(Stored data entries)
--
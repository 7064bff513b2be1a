import type { MachineModel } from '@/lib/model/machine-model'
import { demoParts } from './demo-build'
import { FELL_1000_ENGINE } from './demo-fell-1000-engine'
import { FELL_1000_MACHINE } from './demo-fell-1000-machine'
import { page } from './demo-figures'

/** The parts the demo shop buys for this model; numbers, prices and failure shares are invented. */
const PARTS = demoParts([
  ['ignitionCoil', ['TF-1000-212', 16800, 2], ['AX-7790', 5900, 10]],
  ['sparkPlug', ['TF-1000-211', 1600, 1], ['AX-0322', 900, 2]],
  ['relay', ['TM-0900-075', 2200, 1], ['AX-5104', 800, 3]],
  ['fuseSet', ['TM-0900-060', 900, 1], ['AX-5060', 400, 1]],
  ['fuelPumpUnit', ['TF-1000-221', 42800, 3], ['AX-2260', 18900, 12]],
  ['fuelFilter', ['TF-1000-223', 4800, 1], ['AX-2243', 2100, 3]],
  ['injector', ['TF-1000-224', 15900, 2]],
  ['crankSensorUnit', ['TF-1000-240', 9800, 2], ['AX-7766', 3900, 9]],
  ['throttleBodyUnit', ['TF-1000-231', 68900, 2]],
  ['gripUnit', ['TF-1000-233', 22400, 2]],
  ['battery12V', ['TF-1000-260', 16900, 3], ['AX-1290', 9900, 6]],
  ['groundStrap', ['TF-1000-261', 2400, 1], ['AX-1206', 1100, 1]],
  ['airFilter', ['TF-1000-214', 4600, 1], ['AX-1814', 2400, 3]],
  ['engineModule', ['TF-1000-271', 98000, 1]],
  ['stopSwitch', ['TF-1000-263', 4900, 1]],
  ['tipOverUnit', ['TF-1000-264', 7900, 2]],
  ['driveBelt', ['TF-1000-300', 18900, 3], ['AX-3000', 9400, 11]],
  ['assistUnit', ['TF-1000-280', 118000, 2]],
  ['fourWheelUnit', ['TF-1000-290', 28900, 3]],
  ['padSet', ['TF-1000-310', 6900, 1], ['AX-3110', 3200, 4]],
  ['tieRod', ['TF-1000-281', 8900, 1], ['AX-2810', 4200, 5]],
  ['wheelBearingSet', ['TF-1000-311', 7400, 1], ['AX-3111', 3600, 6]],
])

/** Units 41 and 42 of the demo fleet: a side-by-side, two cylinders, electronic throttle. Maker, model and every figure are invented. */
export const FELL_1000: MachineModel = {
  id: '01980000-0000-7000-8000-000000000204',
  maker: 'Tarnholt',
  model: 'Fell 1000',
  features: {
    kind: 'sideBySide',
    strokes: 'four',
    fuelling: 'injection',
    battery: 'yes',
    primesAtKeyOn: 'yes',
    coilType: 'inductive',
    cooling: 'liquid',
    drive: 'belt',
    neutral: 'yes',
    electricStart: 'yes',
    handStart: 'none',
    electronicThrottle: 'yes',
    steeringAssist: 'yes',
    cylinders: 'two',
  },
  specSheet: {
    showCodes: {
      steps: [
        'Lever in park. Key on, engine off.',
        'Press the left dash key until the clock blinks, then both keys for five seconds.',
        'The dash counts the codes. Press the right key for the next one.',
        'Each page shows module, number, kind and count, from top to bottom.',
        'Write all four down, or photograph each page, before the key goes off.',
      ],
      clearSteps: [
        'Record every code first. A cleared code is gone for all modules.',
        'Go to the last page and hold both keys for ten seconds.',
        'Key off for thirty seconds, so that the throttle learns its stop again.',
        'Start it and show the codes once more.',
      ],
      source: page(320),
    },
    components: [...FELL_1000_ENGINE, ...FELL_1000_MACHINE],
    cutOut: 'opensToStop',
    engagementRpm: 1600,
    massKg: 712,
    towPreparation:
      'Lever in neutral. With the key off the steering has no assist: it goes heavy, one person stays at the wheel. On a long tow take the belt off. Walking pace, never downhill without brakes.',
    parts: PARTS,
    demo: true,
  },
  source: 'demo, invented',
}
--
- _Work item_
Copy out all of the records, keeping every line identical.

- _Answer to the exercise_
repository 7064bff513b2be1a
import type { MachineModel } from '@/lib/model/machine-model'
import { demoParts } from './demo-build'
import { FELL_1000_ENGINE } from './demo-fell-1000-engine'
import { FELL_1000_MACHINE } from './demo-fell-1000-machine'
import { page } from './demo-figures'

/** The parts the demo shop buys for this model; numbers, prices and failure shares are invented. */
const PARTS = demoParts([
  ['ignitionCoil', ['TF-1000-212', 16800, 2], ['AX-7790', 5900, 10]],
  ['sparkPlug', ['TF-1000-211', 1600, 1], ['AX-0322', 900, 2]],
  ['relay', ['TM-0900-075', 2200, 1], ['AX-5104', 800, 3]],
  ['fuseSet', ['TM-0900-060', 900, 1], ['AX-5060', 400, 1]],
  ['fuelPumpUnit', ['TF-1000-221', 42800, 3], ['AX-2260', 18900, 12]],
  ['fuelFilter', ['TF-1000-223', 4800, 1], ['AX-2243', 2100, 3]],
  ['injector', ['TF-1000-224', 15900, 2]],
  ['crankSensorUnit', ['TF-1000-240', 9800, 2], ['AX-7766', 3900, 9]],
  ['throttleBodyUnit', ['TF-1000-231', 68900, 2]],
  ['gripUnit', ['TF-1000-233', 22400, 2]],
  ['battery12V', ['TF-1000-260', 16900, 3], ['AX-1290', 9900, 6]],
  ['groundStrap', ['TF-1000-261', 2400, 1], ['AX-1206', 1100, 1]],
  ['airFilter', ['TF-1000-214', 4600, 1], ['AX-1814', 2400, 3]],
  ['engineModule', ['TF-1000-271', 98000, 1]],
  ['stopSwitch', ['TF-1000-263', 4900, 1]],
  ['tipOverUnit', ['TF-1000-264', 7900, 2]],
  ['driveBelt', ['TF-1000-300', 18900, 3], ['AX-3000', 9400, 11]],
  ['assistUnit', ['TF-1000-280', 118000, 2]],
  ['fourWheelUnit', ['TF-1000-290', 28900, 3]],
  ['padSet', ['TF-1000-310', 6900, 1], ['AX-3110', 3200, 4]],
  ['tieRod', ['TF-1000-281', 8900, 1], ['AX-2810', 4200, 5]],
  ['wheelBearingSet', ['TF-1000-311', 7400, 1], ['AX-3111', 3600, 6]],
])

/** Units 41 and 42 of the demo fleet: a side-by-side, two cylinders, electronic throttle. Maker, model and every figure are invented. */
export const FELL_1000: MachineModel = {
  id: '01980000-0000-7000-8000-000000000204',
  maker: 'Tarnholt',
  model: 'Fell 1000',
  features: {
    kind: 'sideBySide',
    strokes: 'four',
    fuelling: 'injection',
    battery: 'yes',
    primesAtKeyOn: 'yes',
    coilType: 'inductive',
    cooling: 'liquid',
    drive: 'belt',
    neutral: 'yes',
    electricStart: 'yes',
    handStart: 'none',
    electronicThrottle: 'yes',
    steeringAssist: 'yes',
    cylinders: 'two',
  },
  specSheet: {
    showCodes: {
      steps: [
        'Lever in park. Key on, engine off.',
        'Press the left dash key until the clock blinks, then both keys for five seconds.',
        'The dash counts the codes. Press the right key for the next one.',
        'Each page shows module, number, kind and count, from top to bottom.',
        'Write all four down, or photograph each page, before the key goes off.',
      ],
      clearSteps: [
        'Record every code first. A cleared code is gone for all modules.',
        'Go to the last page and hold both keys for ten seconds.',
        'Key off for thirty seconds, so that the throttle learns its stop again.',
        'Start it and show the codes once more.',
      ],
      source: page(320),
    },
    components: [...FELL_1000_ENGINE, ...FELL_1000_MACHINE],
    cutOut: 'opensToStop',
    engagementRpm: 1600,
    massKg: 712,
    towPreparation:
      'Lever in neutral. With the key off the steering has no assist: it goes heavy, one person stays at the wheel. On a long tow take the belt off. Walking pace, never downhill without brakes.',
    parts: PARTS,
    demo: true,
  },
  source: 'demo, invented',
}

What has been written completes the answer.